What the Numbers Actually Show

Digital collection managers working across Ballarat's heritage precinct — which takes in the Art Gallery of Ballarat on Lydiard Street North, the Museum of Australian Democracy at Eureka on Stawell Street, and Sovereign Hill on Bradshaw Street — have been grappling with duplication rates that, in comparable regional institutions nationally, typically run between 18 and 34 per cent of total image holdings, according to figures published by the Australian Institute for the Conservation of Cultural Material in its 2024 sector report. That means for every 10,000 image files held, between 1,800 and 3,400 may be redundant copies consuming storage space and complicating search results.

Cloud storage for cultural collections is not cheap. AWS S3 standard storage pricing in the Australian region currently sits at around $US0.025 per gigabyte per month, and high-resolution archival image files — the kind used for Sovereign Hill's gold-rush-era photographic holdings or the Art Gallery of Ballarat's digitised prints — routinely run between 50 and 200 megabytes each. An institution holding 80,000 images at an average of 80MB each is managing roughly 6.4 terabytes of raw image data. If 25 per cent of those files are duplicates, the institution is paying for 1.6TB of redundant storage every single month, on top of backup and egress costs.

The duplication problem is compounded by the way collections were digitised across different grant funding rounds. Sovereign Hill received successive Sovereign Hill Museums Association digitisation grants — some through Tourism Victoria, some through the former Regional Arts Victoria stream — at different points across the 2010s and early 2020s. Each digitisation pass sometimes produced new image sets of objects that had already been scanned, without deduplication checks against legacy holdings. The result is multiple high-resolution TIFF files of the same gold specimen or mining implement, each stored under slightly different metadata strings.

Why Replacement and Remediation Are Now on the Table

Deduplication is not simply a matter of deleting files. Collections staff must verify that no single duplicate holds superior resolution, corrected metadata, or a rights clearance that the original scan lacks. That verification work takes time. Industry benchmarks for manual image review in archival settings put throughput at roughly 200 to 400 files per staff day, depending on complexity. For an institution with 20,000 suspected duplicates, that translates to between 50 and 100 working days of remediation — a significant impost on teams that, in Ballarat's regional context, are rarely larger than four or five full-time digital staff.

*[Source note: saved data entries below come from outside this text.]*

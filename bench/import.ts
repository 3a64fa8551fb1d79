/**
 * npm run bench:import [-- --lines 1000000]
 *
 * A generated counter export of --lines lines (long layout: timestamp,row,tier,eggs) imported end to end
 * through the API — multipart upload streamed to disk, the background import with its line checks, the
 * exactly-once bulk path and rollups — against `psql \copy` of the same rows into a plain table with the
 * same key, in the same run on a throwaway cluster. Prints lines/s, the total time, the API's peak RSS and
 * its RSS at 100,000 lines, and the ratio to COPY; the last line is one JSON object with every figure.
 * A benchmark, not a test: it asserts only that every line landed, and CI does not run it.
 */
import {
  chmodSync,
  createWriteStream,
  mkdtempSync,
  openAsBlob,
  readFileSync,
  rmSync,
} from 'node:fs';
import { tmpdir } from 'node:os';
import { join } from 'node:path';
import { once } from 'node:events';
import { parseArgs } from 'node:util';
import { hash } from '@node-rs/argon2';
import { eq } from 'drizzle-orm';
import { insertHouseWithLayout, openDatabase, runMigrations, schema } from '@tierscope/db';
import { ensurePostgres, startCluster } from '../scripts/postgres';
import { copyBaselineSeconds } from './copy-baseline';
import { freePort, signInThroughApi, startApiProcess } from '../scripts/processes';
import { importForm, longMapping } from '../apps/api/src/testing/imports';

const { values } = parseArgs({ options: { lines: { type: 'string', default: '1000000' } } });
const LINES = Number(values.lines);
const ROWS = 12;
const TIERS = 4;

function memoryMb(pid: number, field: 'VmRSS' | 'VmHWM'): number {
  const status = readFileSync(`/proc/${pid}/status`, 'utf8');
  return Math.round(Number(new RegExp(`${field}:\\s+(\\d+)`).exec(status)?.[1] ?? 0) / 1024);
}

/** The i-th line: sections in turn, five minutes apart per round, from 1 August 2026. */
function lineAt(i: number) {
  const sections = ROWS * TIERS;
  const section = i % sections;
  const ts = new Date(Date.UTC(2026, 7, 1) + Math.floor(i / sections) * 300_000);
  return {
    row: Math.floor(section / TIERS) + 1,
    tier: (section % TIERS) + 1,
    ts: ts.toISOString(),
    eggs: (i * 7919) % 53,
  };
}

async function writeLines(path: string, line: (i: number) => string, header?: string) {
  const out = createWriteStream(path);
  if (header) out.write(`${header}\n`);
  for (let i = 0; i < LINES; i++) {
    if (!out.write(`${line(i)}\n`)) await once(out, 'drain');
  }
  out.end();
  await once(out, 'finish');
}

async function main(): Promise<void> {
  const bin = ensurePostgres();
  const dir = mkdtempSync(join(tmpdir(), 'tierscope-bench-import-'));
  chmodSync(dir, 0o755);
  const pgPort = await freePort();
  console.log(`[bench] ${LINES.toLocaleString()} lines; PostgreSQL on 127.0.0.1:${pgPort}`);
  const cluster = startCluster({
    dir: join(dir, 'pg'),
    port: pgPort,
    databases: ['bench_import', 'bench_copy'],
  });
  try {
    const database = openDatabase(cluster.url('bench_import'), { max: 2 });
    await runMigrations(database.db);
    const [farm] = await database.db.insert(schema.farms).values({ name: 'Bench' }).returning();
    if (!farm) throw new Error('no farm');
    const house = await insertHouseWithLayout(database.db, farm.id, {
      name: 'Bench house',
      rows: ROWS,
      tiers: TIERS,
      timezone: 'America/Chicago',
      lightsOn: '04:00',
      photoperiodHours: 16,
      shortfallThresholdPct: 10,
    });
    const [user] = await database.db
      .insert(schema.users)
      .values({ email: 'bench@bench.test', name: 'Bench', passwordHash: await hash('bench-pass') })
      .returning();
    if (!user) throw new Error('no user');
    await database.db
      .insert(schema.memberships)
      .values({ userId: user.id, farmId: farm.id, role: 'integrator' });
    const counters = await database.db
      .select({ id: schema.counters.id, row: schema.sections.row, tier: schema.sections.tier })
      .from(schema.counters)
      .innerJoin(schema.sections, eq(schema.sections.id, schema.counters.sectionId));
    const counterOf = new Map(counters.map((c) => [`${c.row}:${c.tier}`, c.id]));

    const exportFile = join(dir, 'export.csv');
    await writeLines(
      exportFile,
      (i) => {
        const l = lineAt(i);
        return `${l.ts},${l.row},${l.tier},${l.eggs}`;
      },
      'timestamp,row,tier,eggs',
    );

    const server = await startApiProcess({
      DATABASE_URL: cluster.url('bench_import'),
      JWT_SECRET: 'bench-secret-bench-secret-bench-secret-0123',
      DATA_DIR: join(dir, 'data'),
    });
    const pid = server.child.pid ?? 0;
    const login = await signInThroughApi(server.baseUrl, 'bench@bench.test', 'bench-pass');
    const auth = { authorization: `Bearer ${login.token}` };
    const rssBefore = memoryMb(pid, 'VmRSS');
    const peakBefore = memoryMb(pid, 'VmHWM');

    const started = performance.now();
    const form = importForm(await openAsBlob(exportFile, { type: 'text/csv' }), {
      ...longMapping('America/Chicago'),
      mode: 'interval',
    });
    const accepted = await fetch(`${server.baseUrl}/api/v1/houses/${house.id}/imports`, {
      method: 'POST',
      headers: auth,
      body: form,
    });
    if (accepted.status !== 202)
      throw new Error(`upload answered ${accepted.status}: ${await accepted.text()}`);
    const uploadedSeconds = (performance.now() - started) / 1000;
    const { id } = (await accepted.json()) as { id: number };
    let rssAt100k = 0;
    let status: { state: string; linesRead: number; readingsAdded: number; errorCount: number };
    for (;;) {
      const response = await fetch(`${server.baseUrl}/api/v1/imports/${id}`, { headers: auth });
      status = (await response.json()) as typeof status;
      if (rssAt100k === 0 && status.linesRead >= 100_000) rssAt100k = memoryMb(pid, 'VmRSS');
      if (!['queued', 'running'].includes(status.state)) break;
      await new Promise((resolve) => setTimeout(resolve, 100));
    }
    const seconds = (performance.now() - started) / 1000;
    const rssEnd = memoryMb(pid, 'VmRSS');
    const peak = memoryMb(pid, 'VmHWM');
    await server.stop();
    await database.close();
    if (status.state !== 'done' || status.readingsAdded !== LINES) {
      throw new Error(
        `import ended ${status.state} with ${status.readingsAdded} of ${LINES} readings`,
      );
    }
    console.log(
      `[bench] import through the API: ${seconds.toFixed(1)} s (upload ${uploadedSeconds.toFixed(1)} s), ${Math.round(LINES / seconds).toLocaleString()} lines/s`,
    );
    console.log(
      `[bench] API RSS: ${rssBefore} MB idle (peak so far ${peakBefore} MB, from starting up), ${rssAt100k} MB at 100k lines, ${rssEnd} MB at the end, peak ${peak} MB`,
    );

    // The baseline: the same rows as (farm, counter, ts, eggs) straight into a keyed table with psql \copy.
    const copyFile = join(dir, 'copy.csv');
    await writeLines(copyFile, (i) => {
      const l = lineAt(i);
      return `${farm.id},${counterOf.get(`${l.row}:${l.tier}`) ?? 0},${l.ts},${l.eggs}`;
    });
    const copySeconds = copyBaselineSeconds(bin, pgPort, 'bench_copy', copyFile);
    const copyRate = LINES / copySeconds;
    const rate = LINES / seconds;
    console.log(
      `[bench] psql \\copy baseline: ${copySeconds.toFixed(1)} s, ${Math.round(copyRate).toLocaleString()} lines/s`,
    );
    console.log(
      `[bench] import / COPY = ${(rate / copyRate).toFixed(2)}; targets: ≤ 15 s, RSS ≤ 300 MB, RSS flat from 100k lines`,
    );
    console.log(
      JSON.stringify({
        bench: 'import',
        lines: LINES,
        seconds: Number(seconds.toFixed(2)),
        upload_seconds: Number(uploadedSeconds.toFixed(2)),
        lines_per_s: Math.round(rate),
        copy_lines_per_s: Math.round(copyRate),
        vs_copy: Number((rate / copyRate).toFixed(3)),
        peak_rss_mb: peak,
        peak_before_import_mb: peakBefore,
        rss_100k_mb: rssAt100k,
        rss_end_mb: rssEnd,
      }),
    );
  } finally {
    cluster.stop();
    rmSync(dir, { recursive: true, force: true });
  }
}

void main().catch((error: unknown) => {
  console.error(error);
  process.exit(1);
});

The financial pressure is landing at a difficult moment. Ballarat Health Services has dominated recent capital funding conversations in the region, and discretionary technology budgets across Ballarat City Council-linked cultural programs have faced scrutiny in the lead-up to the 2026–27 budget cycle. Institutions that cannot demonstrate efficient digital asset management risk losing ground in grant applications that increasingly require evidence of collection stewardship.

Practically, the path forward involves three steps that archivists and digital asset managers consistently recommend: first, running automated hash-comparison tools across image libraries to flag byte-identical duplicates for fast deletion; second, using perceptual hashing software — tools that identify visually similar but not identical files — to surface near-duplicates for human review; and third, establishing a single master repository with controlled ingest protocols so future digitisation projects do not recreate the problem. Free and open-source tools including digiKam and the DROID file profiling tool, both used in Australian collecting institutions, can handle the first two stages without additional licensing cost. The third step requires policy discipline more than technology spend — and that, in the end, is the harder fix.